• **Task to carry out**:
A single figure is required: the number of lines below that contain "vector".

• **Exercise material**:
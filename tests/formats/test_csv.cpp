// The CSV reader (formats/csv.h) against RFC 4180 ("Common Format and MIME
// Type for Comma-Separated Values (CSV) Files", section 2, rules 1-7), with the
// line ends of older spreadsheets (a lone CR, common practice, no published
// source), and the writer's formula neutralisation from OWASP's "CSV
// Injection" guidance (cells beginning with = + - @ tab CR).
#include <gtest/gtest.h>
#include <unistd.h>

#include <cstdio>
#include <filesystem>
#include <fstream>

#include "formats/csv.h"

using namespace cairn::formats;

namespace {
CsvTable ok(std::string_view text) {
  auto t = parse_csv(text, "t.csv");
  EXPECT_TRUE(t.ok()) << t.error();
  return t.ok() ? *t : CsvTable{};
}
std::string error(std::string_view text) {
  auto t = parse_csv(text, "t.csv");
  return t.ok() ? "no error" : t.error();
}
}  // namespace

TEST(Csv, Rfc4180Rule1And2_CrlfLineEndsAndAnOptionalLastLineEnd) {
  const CsvTable a = ok("a,b\r\n1,2\r\n3,4");
  ASSERT_EQ(a.rows.size(), 2u);
  EXPECT_EQ(a.rows[1], (std::vector<std::string>{"3", "4"}));
  EXPECT_EQ(a.row_lines, (std::vector<int>{2, 3}));
}

TEST(Csv, ALoneCrEndsALineToo) {
  // Today's bug: a CR-only file read as one header row.
  const CsvTable a = ok("a,b\r1,2\r3,4\r");
  EXPECT_EQ(a.header, (std::vector<std::string>{"a", "b"}));
  ASSERT_EQ(a.rows.size(), 2u);
  EXPECT_EQ(a.rows[0], (std::vector<std::string>{"1", "2"}));
  EXPECT_EQ(a.row_lines, (std::vector<int>{2, 3}));
  // Errors name the right line in a CR-only file.
  EXPECT_EQ(error("a,b\r1,2\r3\r"), "t.csv:3:1: csv: 1 fields, but the header has 2");
}

TEST(Csv, Rfc4180Rule3_TheHeaderHasTheSameNumberOfFields) {
  EXPECT_EQ(error("a,b\n1,2,3\n"), "t.csv:2:1: csv: 3 fields, but the header has 2");
  EXPECT_EQ(error("a,a\n1,2\n"), "t.csv:1:1: csv: column 'a' appears twice in the header");
  EXPECT_EQ(error(""), "t.csv:1:1: csv: the file is empty (no header line)");
}

TEST(Csv, Rfc4180Rule5To7_QuotedFieldsWithCommasLineBreaksAndDoubledQuotes) {
  const CsvTable a = ok("a,b\n\"x, y\",\"say \"\"hi\"\"\"\n\"two\nlines\",z\n");
  ASSERT_EQ(a.rows.size(), 2u);
  EXPECT_EQ(a.rows[0][0], "x, y");
  EXPECT_EQ(a.rows[0][1], "say \"hi\"");
  EXPECT_EQ(a.rows[1][0], "two\nlines");
  EXPECT_EQ(a.row_lines, (std::vector<int>{2, 3}));
  EXPECT_EQ(error("a\n\"open\n"), "t.csv:2:1: csv: a quoted field is not closed before the end of the file");
  EXPECT_EQ(error("a,b\nx\"y\",1\n"), "t.csv:2:1: csv: a quote inside an unquoted field (column 1)");
}

TEST(Csv, SpacesAfterAClosingQuoteAreNotPartOfTheField) {
  // RFC 4180 rule 4: spaces are part of a field; a quoted field ends at its
  // closing quote, so spaces after it are padding (today's bug: they were kept).
  const CsvTable a = ok("a,b\n\"x\"  ,\"y\"\t\n");
  EXPECT_EQ(a.rows[0], (std::vector<std::string>{"x", "y"}));
  EXPECT_EQ(error("a,b\n\"x\" z,1\n"), "t.csv:2:1: csv: text after a closing quote (column 1)");
}

TEST(Csv, Utf16InputGetsAClearError) {
  // UTF-16LE with its byte-order mark (FF FE), as spreadsheets write "Unicode text".
  const std::string utf16(
      "\xFF\xFE"
      "a\0,\0b\0\n\0",
      10);
  EXPECT_EQ(error(utf16),
            "t.csv:1:1: encoding: the file is UTF-16 or UTF-32 text; save it as UTF-8 (\"CSV UTF-8\") and import it "
            "again");
  const std::string utf16be("\0a\0,\0b\0\n", 8);  // no byte-order mark
  EXPECT_NE(error(utf16be).find(": encoding: "), std::string::npos);
}

TEST(Csv, InvalidUtf8AndControlCharactersAreRefusedWithLineAndColumn) {
  // RFC 3629: 0xE9 alone (Latin-1 "é") is not UTF-8.
  EXPECT_EQ(error("a,b\nx,caf\xE9\n"), "t.csv:2:6: utf8: invalid UTF-8 (byte 0xE9); save the file as UTF-8");
  // ECMA-48: ESC (0x1B) starts a terminal control sequence.
  EXPECT_EQ(error("a,b\r\nx,\x1B[2J\r\n"), "t.csv:2:3: control: control character U+001B is not allowed in text");
  // A UTF-8 byte-order mark is ignored, and UTF-8 text is kept as it is.
  EXPECT_EQ(ok("\xEF\xBB\xBF"
               "a\ncaf\xC3\xA9\n")
                .rows[0][0],
            "caf\xC3\xA9");
}

TEST(Csv, FormulaPrefixesAreNeutralisedOnWritingAndUndoneOnReading) {
  EXPECT_EQ(csv_record({"=HYPERLINK(\"x\")", "+1+2", "@SUM(A1)", "-12.5", "12", "-", "'=x"}),
            "\"'=HYPERLINK(\"\"x\"\")\",'+1+2,'@SUM(A1),-12.5,12,'-,''=x\n");
  for (const char* cell : {"=1+2", "+1", "-12.5", "-x", "@a", "'=x", "''+y", "plain", "'quoted", ""})
    EXPECT_EQ(from_formula_safe(formula_safe(cell)), cell);
}

namespace {
// Writes TEXT to a new file in the temporary folder and gives its path.
std::string write_temp(const std::string& name, const std::string& text) {
  const std::string path =
      (std::filesystem::temp_directory_path() / (name + "-" + std::to_string(::getpid()) + "-" +
                                                 ::testing::UnitTest::GetInstance()->current_test_info()->name()))
          .string();
  std::ofstream(path, std::ios::binary) << text;
  return path;
}
}  // namespace

TEST(Csv, AFileIsCheckedInPiecesWithTheLineAndColumnOfTheWholeText) {
  // The file is read in 64 KiB pieces; a fault far past the first piece keeps
  // the line and column counted from the top (LF, CRLF and lone-CR line ends,
  // RFC 4180 and common practice; 0xE9 alone is not UTF-8, RFC 3629).
  for (const std::string end : {"\n", "\r\n", "\r"}) {
    std::string text = "a,b" + end;
    for (int i = 0; i < 20000; ++i) text += "S" + std::to_string(i) + ",x" + end;  // lines 2..20001
    text += "x,caf\xE9" + end;                                                     // line 20002, column 6
    const std::string path = write_temp("fault", text);
    EXPECT_EQ(check_csv_file(path, "t.csv"), "t.csv:20002:6: utf8: invalid UTF-8 (byte 0xE9); save the file as UTF-8");
    EXPECT_EQ(check_csv_text(text, "t.csv"), check_csv_file(path, "t.csv"));
    std::remove(path.c_str());
  }
  // ECMA-48: ESC is a control character; the byte-order mark is not counted as a column.
  const std::string path = write_temp("esc", "\xEF\xBB\xBF" + std::string("a,b\nx,y\n\x1B,z\n"));
  EXPECT_EQ(check_csv_file(path, "t.csv"), "t.csv:3:1: control: control character U+001B is not allowed in text");
  std::remove(path.c_str());
  const std::string clean = write_temp("clean", "a,b\n1,2\n");
  EXPECT_EQ(check_csv_file(clean, "t.csv"), std::nullopt);
  std::remove(clean.c_str());
  EXPECT_EQ(check_csv_file("/nonexistent/x.csv", "x.csv").value_or("").rfind("cannot read /nonexistent/x.csv: ", 0),
            0u);
}

TEST(Csv, TheReaderGivesRowsOneByOneAcrossPieces) {
  // RFC 4180 rules 6 and 7: a quoted field holds line breaks and doubled
  // quotes; here one longer than a 64 KiB piece, so it is cut between pieces.
  std::string big;
  for (int i = 0; i < 30000; ++i) big += i % 1000 == 999 ? "\"\"\n" : "ab";
  const std::string expected_big = [&] {
    std::string s;
    for (int i = 0; i < 30000; ++i) s += i % 1000 == 999 ? "\"\n" : "ab";
    return s;
  }();
  const std::string text = "\xEF\xBB\xBF" + std::string("name,notes\r\nS1,\"") + big + "\"\r\n\r\nS2,plain\r\n";
  const std::string path = write_temp("rows", text);
  auto r = CsvReader::open(path, "t.csv");
  ASSERT_TRUE(r.ok()) << r.error();
  CsvReader& in = r.value();
  ASSERT_TRUE(in.read_header()) << in.error();
  EXPECT_EQ(in.header(), (std::vector<std::string>{"name", "notes"}));
  EXPECT_EQ(in.header_line(), 1);
  ASSERT_TRUE(in.next()) << in.error();
  EXPECT_EQ(in.line(), 2);
  EXPECT_EQ(in.row()[0], "S1");
  EXPECT_EQ(in.row()[1], expected_big);
  ASSERT_TRUE(in.next()) << in.error();
  EXPECT_EQ(in.line(), 2 + 30 + 2);  // the 30 line breaks inside the field, then a blank line
  EXPECT_EQ(in.row(), (std::vector<std::string>{"S2", "plain"}));
  EXPECT_FALSE(in.next());
  EXPECT_EQ(in.error(), "");
  EXPECT_EQ(in.rows(), 2u);
  std::remove(path.c_str());
  // A malformed row stops the reader with parse_csv's message.
  const std::string bad = write_temp("bad", "a,b\n1,2\n3\n");
  auto b = CsvReader::open(bad, "t.csv");
  ASSERT_TRUE(b.ok());
  ASSERT_TRUE(b.value().read_header());
  EXPECT_TRUE(b.value().next());
  EXPECT_FALSE(b.value().next());
  EXPECT_EQ(b.value().error(), "t.csv:3:1: csv: 1 fields, but the header has 2");
  std::remove(bad.c_str());
}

• **Task result**:
9